I am creating 50 different time series models for housing prices in each US state. I am using pyramid ARIMA to accomplish this.
The data is from a .csv with Date, State, and Median_Listing_Price columns.
I've created the models and would like to predict values beyond my existing data, but I have no idea how to do this.
I have a chart that looks like this:
And I want a chart that looks something like this:
I would also like to output the forecasted values to a new .csv.
Current code:
# Indexing and creating series
df = pd.read_csv(f'state_csvs/{state}.csv', parse_dates=['Date'], date_parser=dateparse, index_col=0, header=0)
data = df[['Median_Listing_Price']]
# Divide into train and validation set
train = data.loc['2013-11':'2017-01']
valid = data.loc['2017-02':]
# Building the model
model = auto_arima(train, start_p=1, start_q=1, max_p=3, max_q=3, m=12, start_P=0, seasonal=True, d=1, D=1,
trace=True, error_action='ignore', suppress_warnings=True)
model.fit(train)
forecast = model.predict(n_periods=len(valid))
forecast = pd.DataFrame(forecast, index=valid.index, columns=['Prediction'])
# Plot the predictions for validation set
plt.plot(train, label='Train')
plt.plot(valid, label='Valid')
plt.plot(forecast, label='Prediction')
plt.title(f'{state}')
plt.show()
You can use following code,
import matplotlib as plt
import pandas as pd
#you can continue your code with following code
#But you need to first get final parameters from auto_arima
model.summary() #for getting final parameters
#Look for output like >> Model: ARIMA(x, y, z)

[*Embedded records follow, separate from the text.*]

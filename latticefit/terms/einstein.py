"""Einstein term: modes that all have one frequency."""

from __future__ import annotations

from math import inf, log

import numpy as np

from ..constants import GAS_CONSTANT
from ..functions import einstein_energy, einstein_entropy, einstein_heat_capacity
from ..records import FloatArray
from .term import ParameterSpec, Term

__all__ = ["TERM"]


def heat_capacity(T: FloatArray, theta: float, modes: float) -> FloatArray:
    """Heat capacity, J/(mol K), of `modes` modes per formula unit (Einstein 1907); T and `theta` in K."""
    return np.asarray(modes * GAS_CONSTANT * einstein_heat_capacity(theta / T))


def partials(T: FloatArray, theta: float, modes: float) -> FloatArray:
    """Derivatives of the heat capacity with respect to theta, J/(mol K^2), and modes, J/(mol K); shape (2, ...)."""
    x = theta / T
    c = np.asarray(einstein_heat_capacity(x))
    # x dc/dx = c (2 - x coth(x/2)), good to 1e-15 of the plateau
    return np.stack([GAS_CONSTANT * modes / theta * c * (2 - x / np.tanh(x / 2)), GAS_CONSTANT * c])


def energy(T: FloatArray, theta: float, modes: float) -> FloatArray:
    """U(T) - U(0), J/mol."""
    return np.asarray(modes * GAS_CONSTANT * T * einstein_energy(theta / T))


def entropy(T: FloatArray, theta: float, modes: float) -> FloatArray:
    """Entropy, J/(mol K)."""
    return np.asarray(modes * GAS_CONSTANT * einstein_entropy(theta / T))


def zero_point_energy(theta: float, modes: float) -> float:
    """Half a quantum, R theta/2, per mode; J/mol."""
    return 0.5 * GAS_CONSTANT * theta * modes


def cubic_coefficient(theta: float, modes: float) -> float:
    """Zero: an Einstein term vanishes exponentially as T -> 0."""
    return 0.0


def theta_mean(m: int, theta: float, modes: float) -> float:
    """theta^m; for m = 0, ln(theta)."""
    return log(theta) if m == 0 else theta**m


TERM = Term(
    name="einstein",
    parameters=(
        ParameterSpec("theta", "K", 1.0, 2.0e4, "scale", "Einstein temperature of this term"),
        ParameterSpec("modes", "1", 0.0, inf, "amplitude", "vibrational modes per formula unit, 3 per atom"),
    ),
    lattice=True,
    heat_capacity=heat_capacity,
    partials=partials,
    energy=energy,
    entropy=entropy,
    zero_point_energy=zero_point_energy,
    cubic_coefficient=cubic_coefficient,
    theta_mean=theta_mean,
    low_limit="modes R (theta/T)^2 exp(-theta/T)",
    high_limit="modes R",
    source="A. Einstein, Ann. Phys. 22, 180 (1907)",
)
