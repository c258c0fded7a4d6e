"""Einstein term: modes that all have one frequency."""

from __future__ import annotations

from math import log

import numpy as np

from ..functions import einstein_energy, einstein_entropy, einstein_heat_capacity
from ..records import FloatArray
from .oscillators import Oscillators

__all__ = ["TERM"]


def slope(x: FloatArray, c: FloatArray) -> FloatArray:
    """x dc/dx = c (2 - x coth(x/2)), good to 1e-15 of the plateau."""
    return np.asarray(c * (2 - x / np.tanh(x / 2)))


def theta_mean(m: int, theta: float) -> float:
    """theta^m; for m = 0, ln(theta)."""
    return log(theta) if m == 0 else theta**m


TERM = Oscillators(
    heat_capacity=einstein_heat_capacity,
    energy=einstein_energy,
    entropy=einstein_entropy,
    slope=slope,
    theta_mean=theta_mean,
    cubic=0.0,
    half=3.0,
).term(
    name="einstein",
    meaning="Einstein temperature of this term",
    example=200.0,
    low_limit="modes R (theta/T)^2 exp(-theta/T)",
    source="A. Einstein, Ann. Phys. 22, 180 (1907)",
)
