"""What every physical contribution to the heat capacity provides."""

from __future__ import annotations

from collections.abc import Callable
from dataclasses import dataclass
from typing import Literal

from ..records import FloatArray

__all__ = ["ParameterSpec", "Term"]


@dataclass(frozen=True)
class ParameterSpec:
    """One parameter of a term.

    Attributes
    ----------
    quantity : str
        ``"theta"``, ``"modes"``, ``"gamma"`` ...; the full name is term + quantity.
    unit : str
        SI unit of the value.
    low, high : float
        Physical range, closed; infinite where open.
    role : {"scale", "amplitude"}
        An amplitude enters the heat capacity linearly; a scale does not and is searched for.
    meaning : str
        One line for reports and help.
    example : float
        A typical value, strictly inside the range: the start of the lmfit Model, and what the tests evaluate.
    """

    quantity: str
    unit: str
    low: float
    high: float
    role: Literal["scale", "amplitude"]
    meaning: str
    example: float


@dataclass(frozen=True)
class Term:
    """A physical contribution: pure functions of T (K, any shape) and its parameters, in the order of `parameters`.

    Attributes
    ----------
    name : str
        Name in model expressions: lower case, an identifier, without a digit at its end (repeated terms are numbered).
    parameters : tuple of ParameterSpec
        At least one of them an amplitude, and the heat capacity homogeneous of first degree in the amplitudes.
    lattice : bool
        True for lattice vibrations: Cp-Cv acts on them and their `modes` count towards the mode sum.
    heat_capacity : callable ``(T, *parameters) -> ndarray``
        J/(mol K).
    partials : callable ``(T, *parameters) -> ndarray of shape (number of parameters, *T.shape)``
        Derivatives of the heat capacity with respect to each parameter.
    energy : callable
        U(T) - U(0), J/mol.
    entropy : callable
        J/(mol K).
    zero_point_energy : callable ``(*parameters) -> float``
        J/mol.
    cubic_coefficient : callable ``(*parameters) -> float``
        Coefficient of T^3 of the heat capacity as T -> 0, J/(mol K^4).
    theta_mean : callable ``(m, *parameters) -> float``, or None
        Mean of theta^m over the modes of the term, K^m; for m = 0 the mean of ln(theta/K). None where there are no
        modes.
    low_limit, high_limit : str
        The heat capacity as T -> 0 and T -> infinity, in words.
    source : str
        Where the formula was published.
    guess : callable ``(T, heat capacity) -> parameters``, or None
        Start values from data that this term alone describes, for the lmfit Model; None for the examples with the
        amplitudes scaled to the data.
    """

    name: str
    parameters: tuple[ParameterSpec, ...]
    lattice: bool
    heat_capacity: Callable[..., FloatArray]
    partials: Callable[..., FloatArray]
    energy: Callable[..., FloatArray]
    entropy: Callable[..., FloatArray]
    zero_point_energy: Callable[..., float]
    cubic_coefficient: Callable[..., float]
    theta_mean: Callable[..., float] | None
    low_limit: str
    high_limit: str
    source: str
    guess: Callable[[FloatArray, FloatArray], tuple[float, ...]] | None = None

    @property
    def model_class_name(self) -> str:
        """Name of the lmfit Model class of this term: ``two_level`` gives ``TwoLevelModel``."""
        return "".join(word.capitalize() for word in self.name.split("_")) + "Model"
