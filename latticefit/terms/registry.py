"""The physical terms by name. A new term is one file beside this one and one line here."""

from __future__ import annotations

from collections.abc import Mapping
from types import MappingProxyType

from ..errors import InputError, nearest
from . import debye, einstein, electronic
from .term import Term

__all__ = ["TERMS", "term"]

_TERMS: dict[str, Term] = {
    each.name: each
    for each in (
        debye.TERM,
        einstein.TERM,
        electronic.TERM,
    )
}

TERMS: Mapping[str, Term] = MappingProxyType(_TERMS)
"""Every term a model expression can name: a view, so that whoever imports it sees what is registered."""


def term(name: str) -> Term:
    """Return the term of that name.

    Raises
    ------
    InputError
        When there is no such term; the nearest name is offered.
    """
    try:
        return TERMS[name]
    except KeyError:
        raise InputError(f"{name!r} is not a term of a lattice model; {nearest(name, TERMS)}") from None
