"""Debye term: acoustic-like modes with a density proportional to the square of the frequency up to a cut-off."""

from __future__ import annotations

from math import log, pi

import numpy as np

from ..functions import debye_energy, debye_entropy, debye_heat_capacity, einstein_heat_capacity
from ..records import FloatArray
from .oscillators import Oscillators

__all__ = ["TERM"]


def slope(x: FloatArray, c: FloatArray) -> FloatArray:
    """x dc/dx = 3 (c_Einstein - c), good to 1e-15 of the plateau, at half the price of a table of its own."""
    return np.asarray(3 * (einstein_heat_capacity(x) - c))


def theta_mean(m: int, theta: float) -> float:
    """Mean of theta^m over the Debye density, 3/(m+3) theta^m for m > -3; for m = 0, ln(theta) - 1/3."""
    return log(theta) - 1 / 3 if m == 0 else 3 / (m + 3) * theta**m


TERM = Oscillators(
    heat_capacity=debye_heat_capacity,
    energy=debye_energy,
    entropy=debye_entropy,
    slope=slope,
    theta_mean=theta_mean,
    cubic=0.8 * pi**4,
    half=4.0,
).term(
    name="debye",
    meaning="Debye temperature of this term (its cut-off)",
    example=300.0,
    low_limit="(4 pi^4/5) modes R (T/theta)^3",
    source="P. Debye, Ann. Phys. 39, 789 (1912)",
)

#Now use the following code after yours
model_future = ARIMA(df,order=(x, y, z))
results_future = model_future.fit()
predictions_future = results_future.predict(len(df),len(df)+12,typ = 'levels')
df.plot(legend=True , figsize = (12,8))
predictions_future.plot(legend= True)
#To add future predictions to csv you can use,
predictions_future.to_csv(path_to_folder)
Output in my case :
I have done it for 12 months into the future, you can have your own parameters set.